In acid-base chemistry, equilibrium refers to the state where the concentrations of reactants and products remain constant over time. For weak acids, this involves a balance between the non-dissociated acid (HA) and its ions (H\text{+} and A\text{-}). The equilibrium can be represented by the expression:
\[ HA \rightleftharpoons H^+ + A^- \]
To find equilibrium concentrations, we use the dissociation constant (\text{Ka}) and solve for unknowns such as H\text{+}. In our problem, we start by setting the initial concentration and assume a small degree of dissociation (x). We simplify assumptions (small x) and solve for the concentration of H\text{+}.

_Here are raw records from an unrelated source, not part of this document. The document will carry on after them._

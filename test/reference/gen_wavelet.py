"""Reference fixtures for wavelet shrinkage.

Writes fixtures/wavelet_pywt.json with PyWavelets (Debian python3-pywt):
  dwt     pywt.wavedec(y, name, mode='periodization', level=J) for db4 and sym8 at
          J = pywt.dwt_max_level(N, filter length), on N = 1024 and N = 768 (= 3 * 2^8),
          coefficients concatenated coarsest first [cA_J, cD_J, ..., cD_1].
  visu    VisuShrink by hand from PyWavelets pieces: sigma = median(|cD_1|) / 0.6745,
          t = sigma * sqrt(2 log N), pywt.threshold(cD_j, t, 'soft' | 'hard') on every
          detail level, pywt.waverec(..., mode='periodization').
Signals: the Doppler and Blocks test functions of Donoho & Johnstone (1994), as
written in their paper (Table 1 / the WaveLab definitions), on t = (i + 0.5) / N,
scaled to sd 7 and plus seeded N(0, 1) noise (numpy default_rng(13)).
Run with /usr/bin/python3 (see generate.sh).
"""
import json

import numpy as np
import pywt

HERE = __file__.rsplit('/', 1)[0] if '/' in __file__ else '.'


def doppler(t):
    return np.sqrt(t * (1 - t)) * np.sin(2 * np.pi * 1.05 / (t + 0.05))


def blocks(t):
    pos = np.array([.1, .13, .15, .23, .25, .40, .44, .65, .76, .78, .81])
    hgt = np.array([4, -5, 3, -4, 5, -4.2, 2.1, 4.3, -3.1, 2.1, -4.2])
    return sum(h * (1 + np.sign(t - p)) / 2 for p, h in zip(pos, hgt))


def main():
    rng = np.random.default_rng(13)
    series, dwt, visu = [], [], []
    for N in [1024, 768]:
        t = (np.arange(N) + 0.5) / N
        for fname, f in [('doppler', doppler), ('blocks', blocks)]:
            s = f(t)
            s = 7 * s / np.std(s)
            y = s + rng.standard_normal(N)
            series.append({'n': N, 'signal': fname, 'y': y.tolist(), 'truth': s.tolist()})
            k = len(series) - 1
            for name in ['db4', 'sym8']:
                L = pywt.Wavelet(name).dec_len
                J = pywt.dwt_max_level(N, L)
                coeffs = pywt.wavedec(y, name, mode='periodization', level=J)
                dwt.append({'series': k, 'filter': name, 'levels': J,
                            'coefficients': np.concatenate(coeffs).tolist()})
                sigma = np.median(np.abs(coeffs[-1])) / 0.6745
                thr = sigma * np.sqrt(2 * np.log(N))
                for mode in ['soft', 'hard']:
                    shrunk = [coeffs[0]] + [pywt.threshold(c, thr, mode) for c in coeffs[1:]]
                    rec = pywt.waverec(shrunk, name, mode='periodization')
                    visu.append({'series': k, 'filter': name, 'levels': J, 'shrink': mode,
                                 'sigma': float(sigma), 'threshold': float(thr), 'fitted': rec.tolist()})
    out = {
        'source': 'PyWavelets wavedec / threshold / waverec, mode periodization',
        'versions': {'pywt': pywt.__version__, 'numpy': np.__version__},
        'parameters': {'seed': 13, 'noise_sd': 1, 'signal_sd': 7, 'lengths': [1024, 768]},
        'series': series,
        'dwt': dwt,
        'visu': visu,
    }
    with open(f'{HERE}/fixtures/wavelet_pywt.json', 'w') as f:
        json.dump(out, f)


if __name__ == '__main__':
    main()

• For HCN: Initial concentration is 0.55 M. Small x simplifies to \text{Ka} = \frac{x^2}{0.55}. Solving for x gives concentration of H\text{+}.
• For HIO3: Initial concentration is 0.044 M. Small x simplifies to \text{Ka} = \frac{x^2}{0.044}. Solving for x gives concentration of H\text{+}.

pH and pOH relationship

The pH scale measures the acidity of a solution, with lower values indicating higher acidity (more H\text{+} ions). pH is calculated as:
\[ \text{pH} = -\text{log}[\text{H}^+] \]
For pOH, it measures the basicity (concentration of OH\text{-} ions), calculated as:
\[ \text{pOH} = -\text{log}[\text{OH}^-] \]
Importantly, pH and pOH are related through the equation:
\[ \text{pH} + \text{pOH} = 14 \]
This relationship helps solve for either pH or pOH if one knows the other. For instance, if the pH of HIO\text{3} is calculated to be 1.08, then:
\[ \text{pOH} = 14 - 1.08 = 12.92 \]
Thus, knowing the pH allows us to find the pOH and vice versa.